▸ EXERCISE REQUIREMENTS: Output, without alteration, the first line of the entries and each line after it, stopping with the line that contains "yield from _steps(law)".

[Saved entries]
Content starts

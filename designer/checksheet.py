"""The sheet that ``check`` prints: what the program understood, in the words of the trade."""

from __future__ import annotations

import textwrap
from collections.abc import Iterator, Sequence
from math import isfinite

from designer import units, wording
from designer.findings import Budget, Checkup, HalfLife, KnownConstant, LawFound, Range, ReadAs
from designer.records import Study

SMALL = 0.005  # a share below this is shown as "<1 %"
SAME = 1e-3  # half-lives that differ by less than this share are one
CURES = {
    "sample": "comes afresh with each sample and shrinks with more samples",
    "run": "is shared by all samples of a run and shrinks only with more runs",
    "stock": "is shared by all runs from one stock and shrinks only with another stock",
}
NARROW = 12  # columns that are left at least for a text beside a table
HEAD = 14  # columns of a heading before it goes on in the next line


def check_sheet(study: Study, found: Checkup) -> str:
    """The whole sheet as text, lines of at most ``wording.WIDTH`` columns."""
    parts = [
        list(_head(study, found)),
        list(_laws(study, found)),
        list(_half_lives(study, found)),
        *(list(_budget(found, reading.name)) for reading in study.readings),
        list(_read_as(found.read_as, "Read from the file")),
        list(_read_as(found.defaults, "Not in the file, so taken as")),
        list(_list("Warnings", found.warnings)),
        list(_list("Cautions", found.cautions)),
    ]
    return "\n\n".join("\n".join(line.rstrip() for line in part) for part in parts if part)


def _head(study: Study, found: Checkup) -> Iterator[str]:
    count, warned = len(study.listed), len(found.warnings)
    yield from wording.wrapped(found.title or "A study without a title")
    if found.question:
        yield from wording.wrapped(found.question)
    odd = f", {warned} warning{'s' * (warned != 1)} (below)" if warned else ", no warnings"
    yield f"The file can be used: {count} candidate{'s' * (count != 1)}{odd}."


# candidates


def _laws(study: Study, found: Checkup) -> Iterator[str]:
    yield "CANDIDATES"
    for law in found.laws:
        yield f"  {law.candidate.name} ({_belief(study, law)})"
        yield from _steps(law)
        rows = [row for constant in law.constants for row in _constant_rows(constant, found.time_unit)]
        if rows:
            head = ("", "unit from the rate", "middle and 90 % range", "as stated")
            yield from _table(head, rows)


def _belief(study: Study, law: LawFound) -> str:
    text = f"belief {100 * law.belief:.3g} %"
    if study.pilots:
        text += f", {100 * law.after:.2g} % after the pilots"
    return f"added for 'none of these', {text}" if law.candidate.free_order else text


def _steps(law: LawFound) -> Iterator[str]:
    several = len(law.candidate.steps) > 1
    for step in law.candidate.steps:
        name = f"{step.equation.name}: " if several and step.equation.name else ""
        own = "   (an equation of its own)" if law.candidate.overrides else ""
        yield from wording.wrapped(f"{name}{step.equation.text}{own}", "    ", "        ")
        numbers = ", ".join(f"{species} {number:+g}" for species, number in step.equation.stoichiometry)
        yield from wording.wrapped(f"per mole of reaction: {numbers}", "      ", "        ")
        yield from _rate(step.text)


def _rate(text: str) -> Iterator[str]:
    """The rate as written; a long one goes on after a ``*``."""
    room = wording.WIDTH - 6
    lines = textwrap.wrap(f"rate of reaction = {text}".replace("*", "*\0 "), room, subsequent_indent="  ")
    yield from ("      " + line.replace("*\0 ", "*").replace("*\0", "*") for line in lines)


def _constant_rows(constant: KnownConstant, time_unit: str) -> Iterator[tuple[str, ...]]:
    deduced = units.unit_of(constant.dimension, time_unit) or "plain number"
    unit = constant.unit or units.unit_of(constant.dimension, time_unit)
    stated = constant.stated
    if constant.energy is not None and constant.reference_temperature is not None:
        if "at temperature" not in stated:
            stated += f", at {units.show(constant.reference_temperature, 'degC')}"
        stated += f"; activation energy {_range(constant.energy, 'kJ/mol')}"
    yield constant.name, deduced, _range(constant.value, unit), stated
    if constant.after is not None:
        yield "", "", _range(constant.after, unit, 2), "after the pilots"


def _range(value: Range, unit: str, digits: int = 3) -> str:
    if value.low == value.high:
        return f"{units.show(value.middle, unit, digits)} (exact)"
    numbers = [_number(units.convert(x, unit), digits) for x in (value.middle, value.low, value.high)]
    return f"{numbers[0]} ({numbers[1]} to {numbers[2]}) {unit}".rstrip()


def _number(value: float, digits: int) -> str:
    """A number to so many significant digits, written out between 0.001 and 100 000."""
    rounded = float(f"{value:.{digits}g}")
    return f"{rounded:.15g}" if 1e-3 <= abs(rounded) < 1e5 else f"{value:.{digits}g}"


def _table(head: Sequence[str], rows: Sequence[Sequence[str]]) -> Iterator[str]:
    """Aligned columns; the last one wraps."""
    widths = [max(len(row[i]) for row in [head, *rows]) for i in range(len(head) - 1)]
    for row in [head, *rows]:
        lead = "      " + "".join(f"{cell:<{width}}  " for cell, width in zip(row, widths, strict=False))
        room = max(wording.WIDTH - len(lead), NARROW)
        yield from _hung(lead, row[-1], room)


def _hung(lead: str, text: str, room: int) -> Iterator[str]:
    lines = textwrap.wrap(text, room, break_on_hyphens=False) or [""]
    yield lead + lines[0]
    yield from (" " * len(lead) + line for line in lines[1:])


# half-lives


def _half_lives(study: Study, found: Checkup) -> Iterator[str]:
    yield "HALF-LIFE UNDER THE WHOLE LAW (middle and 90 % range of the belief)"
    at = f"at {_conditions(study, found.middle)}, the middle of what is on offer:"
    yield from wording.wrapped(at, "  ", "    ")
    first, longest = (wording.clock(t, found.time_unit) for t in (found.first_sample, found.longest_run))
    reactants = {law.reactant for law in found.laws}
    of = f"half-life of {reactants.pop()}" if len(reactants) == 1 else ""
    heads, over = _stacked(("candidate", of or "half-life", f"gone by {first}", f"gone by {longest}"))
    rows = [_half_life_row(law, found.time_unit, not of) for law in found.laws]
    yield from wording.columns(heads, [*over, *rows], indent="    ")
    yield from _ends(study, found)
    for law in found.laws:
        if law.unsolved:
            yield from wording.wrapped(
                f"under '{law.candidate.name}' {law.unsolved} of {law.draws} draws could not be computed "
                "and are left out",
                "  ! ",
                "    ",
            )


def _half_life_row(law: LawFound, unit: str, named: bool) -> tuple[str, ...]:
    gone = [_percent(share) for share in (law.gone_at_first, law.gone_at_end)]
    time = _time(law.half_life, unit)
    return law.candidate.name, f"{law.reactant} {time}" if named else time, *gone


def _time(found: HalfLife, unit: str) -> str:
    far = f"never, or not within {wording.clock(found.horizon, unit)}"
    if not isfinite(found.time.middle):
        return far if found.reached == 0 else f"{far}, in {100 * (1 - found.reached):.2g} % of the belief"
    if found.time.low == found.time.high:
        return units.show(found.time.middle, _unit(found.time.middle, unit))
    unit = _unit(found.time.middle, unit)
    low, middle, high = (
        _number(units.convert(t, unit), 2) if isfinite(t) else "never" for t in _triple(found.time)
    )
    return f"{middle} ({low} to {high}) {unit}"


def _triple(value: Range) -> tuple[float, float, float]:
    return value.low, value.middle, value.high


def _unit(seconds: float, unit: str) -> str:
    """The study's unit of time, or a nearer one where numbers would be awkward."""
    if 0.1 <= units.convert(seconds, unit) < 1000:
        return unit
    return next((u for u in ("d", "h", "min", "s") if units.convert(seconds, u) >= 1), "s")


def _ends(study: Study, found: Checkup) -> Iterator[str]:
    """Half-lives at the ends of the ranges, with the conditions that make them."""
    laws = [law for law in found.laws if law.fastest is not None and not law.candidate.free_order]
    if laws:
        yield "  at the ends of the ranges:"
    for law in laws:
        said = _shortest_and_longest(study, law, found.time_unit)
        yield from wording.wrapped(f"{law.candidate.name}: {said}", "    ", "      ")


def _shortest_and_longest(study: Study, law: LawFound, unit: str) -> str:
    if law.fastest is None or law.slowest is None:
        return ""
    short, long = law.fastest.time.middle, law.slowest.time.middle
    if short == long or abs(long - short) < SAME * short:
        return f"{_time(law.fastest, unit)} at every mixture on offer"
    parts = [f"{_time(end, unit)} at {_free(study, end)}" for end in (law.fastest, law.slowest)]
    return "; ".join(parts)


def _conditions(study: Study, conditions: Sequence[tuple[str, float]]) -> str:
    return ", ".join(f"{name} {_amount(x, study.condition(name).unit)}" for name, x in conditions)


def _amount(value: float, unit: str) -> str:
    return units.show(value, unit) if unit == "degC" else f"{_number(units.convert(value, unit), 3)} {unit}"


def _free(study: Study, found: HalfLife) -> str:
    return _conditions(study, [(n, x) for n, x in found.conditions if not study.condition(n).is_fixed])


# errors


def _budget(found: Checkup, reading: str) -> Iterator[str]:
    budgets = [budget for budget in found.budgets if budget.reading == reading]
    if budgets:
        yield f"WHERE THE ERROR OF A TYPICAL SAMPLE COMES FROM: {reading}"
        yield from wording.wrapped(_said(budgets[0], found.time_unit), "  ")
    if len(budgets) > 1:
        yield from _budget_table(budgets, found.time_unit)


def _said(budget: Budget, unit: str) -> str:
    """The first candidate's budget as a sentence."""
    parts = [f"{100 * s.share:.0f} % is {s.source}" for s in budget.shares if s.share >= SMALL]
    deviation = units.show(budget.deviation, budget.unit, 2)
    mean = units.show(budget.mean, budget.unit)
    return (
        f"Under '{budget.candidate}', {wording.clock(budget.time, unit)} into a run at the middle conditions "
        f"({100 * budget.left:.0f} % left), a reading of {mean} has an error of {deviation} (1 SD). "
        f"Of its variance {wording.listed(parts)}. {_cure(budget)}"
    )


def _cure(budget: Budget) -> str:
    """More samples mend one part of the error, only more runs (or another stock) the other."""
    parts = {kind: sum(s.share for s in budget.shares if s.comes_with == kind) for kind in CURES}
    return "; ".join(f"{_percent(share)} {CURES[kind]}" for kind, share in parts.items() if share) + "."


def _budget_table(budgets: Sequence[Budget], unit: str) -> Iterator[str]:
    sources = list(dict.fromkeys(share.source for budget in budgets for share in budget.shares))
    rows = []
    for budget in budgets:
        shares = {share.source: share.share for share in budget.shares}
        time, error = wording.clock(budget.time, unit), units.show(budget.deviation, budget.unit, 2)
        rows.append((budget.candidate, time, error, *(_percent(shares.get(s)) for s in sources)))
    heads, over = _stacked(("candidate", "at", "1 SD", *sources))
    yield from wording.columns(heads, [*over, *rows], indent="    ")


def _stacked(heads: Sequence[str]) -> tuple[list[str], list[list[str]]]:
    """Headings over several lines: the first line, and the further ones as rows."""
    parts = [textwrap.wrap(head, HEAD) for head in heads]
    deep = max(len(part) for part in parts)
    lines = [[part[i] if i < len(part) else "" for part in parts] for i in range(deep)]
    return lines[0], lines[1:]


def _percent(share: float | None) -> str:
    if share is None:
        return wording.NONE
    if 1 - SMALL < share < 1:
        return ">99 %"
    return f"{100 * share:.0f} %" if share >= SMALL else "<1 %"


# the rest


def _read_as(lines: Sequence[ReadAs], title: str) -> Iterator[str]:
    if not lines:
        return
    yield title.upper()
    width = max(len(line.where) for line in lines)
    for line in lines:
        text = f"{line.written}: {line.meaning}" if line.written else line.meaning
        lead = f"  {line.where:<{width}}  "
        yield from _hung(lead, text, max(wording.WIDTH - len(lead), NARROW))


def _list(title: str, lines: Sequence[str]) -> Iterator[str]:
    if not lines:
        return
    yield title.upper()
    for line in lines:
        yield from wording.wrapped(line, "  - ", "    ")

Content ends

▸ RESPONSE BOX:
filename designer/checksheet.py
"""The sheet that ``check`` prints: what the program understood, in the words of the trade."""

from __future__ import annotations

import textwrap
from collections.abc import Iterator, Sequence
from math import isfinite

from designer import units, wording
from designer.findings import Budget, Checkup, HalfLife, KnownConstant, LawFound, Range, ReadAs
from designer.records import Study

SMALL = 0.005  # a share below this is shown as "<1 %"
SAME = 1e-3  # half-lives that differ by less than this share are one
CURES = {
    "sample": "comes afresh with each sample and shrinks with more samples",
    "run": "is shared by all samples of a run and shrinks only with more runs",
    "stock": "is shared by all runs from one stock and shrinks only with another stock",
}
NARROW = 12  # columns that are left at least for a text beside a table
HEAD = 14  # columns of a heading before it goes on in the next line


def check_sheet(study: Study, found: Checkup) -> str:
    """The whole sheet as text, lines of at most ``wording.WIDTH`` columns."""
    parts = [
        list(_head(study, found)),
        list(_laws(study, found)),
        list(_half_lives(study, found)),
        *(list(_budget(found, reading.name)) for reading in study.readings),
        list(_read_as(found.read_as, "Read from the file")),
        list(_read_as(found.defaults, "Not in the file, so taken as")),
        list(_list("Warnings", found.warnings)),
        list(_list("Cautions", found.cautions)),
    ]
    return "\n\n".join("\n".join(line.rstrip() for line in part) for part in parts if part)


def _head(study: Study, found: Checkup) -> Iterator[str]:
    count, warned = len(study.listed), len(found.warnings)
    yield from wording.wrapped(found.title or "A study without a title")
    if found.question:
        yield from wording.wrapped(found.question)
    odd = f", {warned} warning{'s' * (warned != 1)} (below)" if warned else ", no warnings"
    yield f"The file can be used: {count} candidate{'s' * (count != 1)}{odd}."


# candidates


def _laws(study: Study, found: Checkup) -> Iterator[str]:
    yield "CANDIDATES"
    for law in found.laws:
        yield f"  {law.candidate.name} ({_belief(study, law)})"
        yield from _steps(law)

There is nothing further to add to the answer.